* _Description of the task_: The records under this task must be duplicated exactly.

++++

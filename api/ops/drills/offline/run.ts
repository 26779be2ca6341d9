/**
 * `npm run drill:offline -- --rounds N [--control]`: types readings into a real Workroom while tabs and the API are
 * killed and the network breaks, then holds what was typed against what MariaDB has kept. Its last line is
 * `N rounds: 0 lost, 0 doubled`; anything else ends with 1. With --control the tablet forgets what waits when a tab
 * dies, and the drill must find losses.
 */
import fs from 'node:fs';
import path from 'node:path';
import { parseArgs } from 'node:util';
import { buildWhatChanged } from '../../lib/builds.mjs';
import { runAsAdministrator } from '../../lib/database-server.mjs';
import { CHROMIUM, installDebianPackages, MARIADB } from '../../lib/debian-packages.mjs';
import { root } from '../../lib/places.mjs';
import { runMain } from '../../lib/plain-failure.mjs';
import { freePort } from '../../lib/ports.mjs';
import { findProgram } from '../../lib/programs.mjs';
import { step } from '../../lib/progress.mjs';
import { makeTestFolder, removeTestFolder } from '../../lib/test-folder.mjs';
import { closeTestHouses, openTestHouse } from '../../lib/test-house.mjs';
import { BreakingProxy } from './breaking-proxy.js';
import { type Entry, reckon } from './ledger.js';
import { layTheTable } from './museum.js';
import { dice, playRound } from './rounds.js';
import { Tablet } from './table.js';

const MOST_ROUNDS = 2_000;
async function keptIn(dataFolder: string): Promise<readonly Entry[]> {
  const rows = await runAsAdministrator(dataFolder, ['SELECT point_id, typed FROM ellwand.reading']);
  return rows
    .split('\n')
    .filter((line) => line.includes('\t'))
    .map((line) => {
      const [point = '', figure = ''] = line.split('\t');
      return { point, figure };
    });
}

interface Drill {
  readonly rounds: number;
  readonly control: boolean;
  readonly folder: string;
}

async function drill({ rounds, control, folder }: Drill): Promise<boolean> {
  const dataFolder = path.join(folder, 'house');
  const outside = await freePort();
  const url = `http://127.0.0.1:${outside}`;
  const house = await openTestHouse(root, dataFolder, ['--empty'], { ELLWAND_PUBLIC_URL: url });
  const inside = Number(/:(\d+)$/.exec(house.listens ?? '')?.[1]);
  const proxy = await BreakingProxy.open(outside, () => inside);
  const { inboxUrl = '', firstAdministrator = '' } = house;
  const { sheetId } = await layTheTable(url, { inboxUrl, firstAdministrator });
  const profile = path.join(folder, 'tablet');
  fs.mkdirSync(profile, { recursive: true });
  const chromium = findProgram(CHROMIUM.program) ?? '';
  const seat = { chromium, profile, url, sheetId, forgetful: control };
  const tablet = await Tablet.open(seat);
  const typed: Entry[] = [];
  try {
    await tablet.signIn();
    await tablet.openSheet();
    const roll = dice(rounds);
    for (let round = 1; round <= rounds; round++) {
      const scene = await playRound({ tablet, proxy, dataFolder, typed }, roll);
      console.log(`round ${round} of ${rounds}: ${scene}, ${typed.length} figures typed so far`);
    }
    const { lost, doubled, strange } = reckon(typed, await keptIn(dataFolder));
    for (const [what, entries] of Object.entries({ lost, doubled, strange })) {
      for (const { point, figure } of entries) console.log(`${what}: ${point} ${figure}`);
    }
    console.log(`${typed.length} figures typed, ${proxy.lost} answers lost on their way`);
    console.log(`${rounds} rounds: ${lost.length} lost, ${doubled.length} doubled`);
    return lost.length + doubled.length + strange.length === 0;
  } catch (fault) {
    console.log(await tablet.shown());
    throw fault;
  } finally {
    await tablet.close();
    await proxy.close();
  }
}

function readArguments(): { rounds: number; control: boolean } {
  const { values } = parseArgs({
    options: { rounds: { type: 'string', default: '10' }, control: { type: 'boolean', default: false } },
  });
  const rounds = Number(values.rounds);
  if (!Number.isInteger(rounds) || rounds < 1 || rounds > MOST_ROUNDS)
    throw new Error(`--rounds takes a whole number from 1 to ${MOST_ROUNDS}, not “${values.rounds}”`);
  return { rounds, control: values.control };
}

void runMain(async () => {
  const asked = readArguments();
  await installDebianPackages([MARIADB, CHROMIUM], step);
  await buildWhatChanged(root, step);
  const folder = await makeTestFolder(root);
  try {
    const clean = await drill({ ...asked, folder });
    return clean === asked.control ? 1 : 0;
  } finally {
    await closeTestHouses();
    await removeTestFolder(folder);
  }
});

++++

* _Expected answer_:
filename api/ops/drills/offline/run.ts
repository 26779be2ca6341d9
/**
 * `npm run drill:offline -- --rounds N [--control]`: types readings into a real Workroom while tabs and the API are
 * killed and the network breaks, then holds what was typed against what MariaDB has kept. Its last line is
 * `N rounds: 0 lost, 0 doubled`; anything else ends with 1. With --control the tablet forgets what waits when a tab
 * dies, and the drill must find losses.
 */
import fs from 'node:fs';
import path from 'node:path';
import { parseArgs } from 'node:util';
import { buildWhatChanged } from '../../lib/builds.mjs';
import { runAsAdministrator } from '../../lib/database-server.mjs';
import { CHROMIUM, installDebianPackages, MARIADB } from '../../lib/debian-packages.mjs';
import { root } from '../../lib/places.mjs';
import { runMain } from '../../lib/plain-failure.mjs';
import { freePort } from '../../lib/ports.mjs';
import { findProgram } from '../../lib/programs.mjs';
import { step } from '../../lib/progress.mjs';
import { makeTestFolder, removeTestFolder } from '../../lib/test-folder.mjs';
import { closeTestHouses, openTestHouse } from '../../lib/test-house.mjs';
import { BreakingProxy } from './breaking-proxy.js';
import { type Entry, reckon } from './ledger.js';
import { layTheTable } from './museum.js';
import { dice, playRound } from './rounds.js';
import { Tablet } from './table.js';

const MOST_ROUNDS = 2_000;
async function keptIn(dataFolder: string): Promise<readonly Entry[]> {
  const rows = await runAsAdministrator(dataFolder, ['SELECT point_id, typed FROM ellwand.reading']);
  return rows
    .split('\n')
    .filter((line) => line.includes('\t'))
    .map((line) => {
      const [point = '', figure = ''] = line.split('\t');
      return { point, figure };
    });
}

interface Drill {
  readonly rounds: number;
  readonly control: boolean;
  readonly folder: string;
}

async function drill({ rounds, control, folder }: Drill): Promise<boolean> {
  const dataFolder = path.join(folder, 'house');
  const outside = await freePort();
  const url = `http://127.0.0.1:${outside}`;
  const house = await openTestHouse(root, dataFolder, ['--empty'], { ELLWAND_PUBLIC_URL: url });
  const inside = Number(/:(\d+)$/.exec(house.listens ?? '')?.[1]);
  const proxy = await BreakingProxy.open(outside, () => inside);
  const { inboxUrl = '', firstAdministrator = '' } = house;
  const { sheetId } = await layTheTable(url, { inboxUrl, firstAdministrator });
  const profile = path.join(folder, 'tablet');
  fs.mkdirSync(profile, { recursive: true });
  const chromium = findProgram(CHROMIUM.program) ?? '';
  const seat = { chromium, profile, url, sheetId, forgetful: control };
  const tablet = await Tablet.open(seat);
  const typed: Entry[] = [];
  try {
    await tablet.signIn();
    await tablet.openSheet();
    const roll = dice(rounds);
    for (let round = 1; round <= rounds; round++) {
      const scene = await playRound({ tablet, proxy, dataFolder, typed }, roll);
      console.log(`round ${round} of ${rounds}: ${scene}, ${typed.length} figures typed so far`);
    }
    const { lost, doubled, strange } = reckon(typed, await keptIn(dataFolder));
    for (const [what, entries] of Object.entries({ lost, doubled, strange })) {
      for (const { point, figure } of entries) console.log(`${what}: ${point} ${figure}`);
    }
    console.log(`${typed.length} figures typed, ${proxy.lost} answers lost on their way`);
    console.log(`${rounds} rounds: ${lost.length} lost, ${doubled.length} doubled`);
    return lost.length + doubled.length + strange.length === 0;
  } catch (fault) {
    console.log(await tablet.shown());
    throw fault;
  } finally {
    await tablet.close();
    await proxy.close();
  }
}

function readArguments(): { rounds: number; control: boolean } {
  const { values } = parseArgs({
    options: { rounds: { type: 'string', default: '10' }, control: { type: 'boolean', default: false } },
  });
  const rounds = Number(values.rounds);
  if (!Number.isInteger(rounds) || rounds < 1 || rounds > MOST_ROUNDS)
    throw new Error(`--rounds takes a whole number from 1 to ${MOST_ROUNDS}, not “${values.rounds}”`);
  return { rounds, control: values.control };
}

void runMain(async () => {
  const asked = readArguments();
  await installDebianPackages([MARIADB, CHROMIUM], step);
  await buildWhatChanged(root, step);
  const folder = await makeTestFolder(root);
  try {
    const clean = await drill({ ...asked, folder });
    return clean === asked.control ? 1 : 0;
  } finally {
    await closeTestHouses();
    await removeTestFolder(folder);
  }
});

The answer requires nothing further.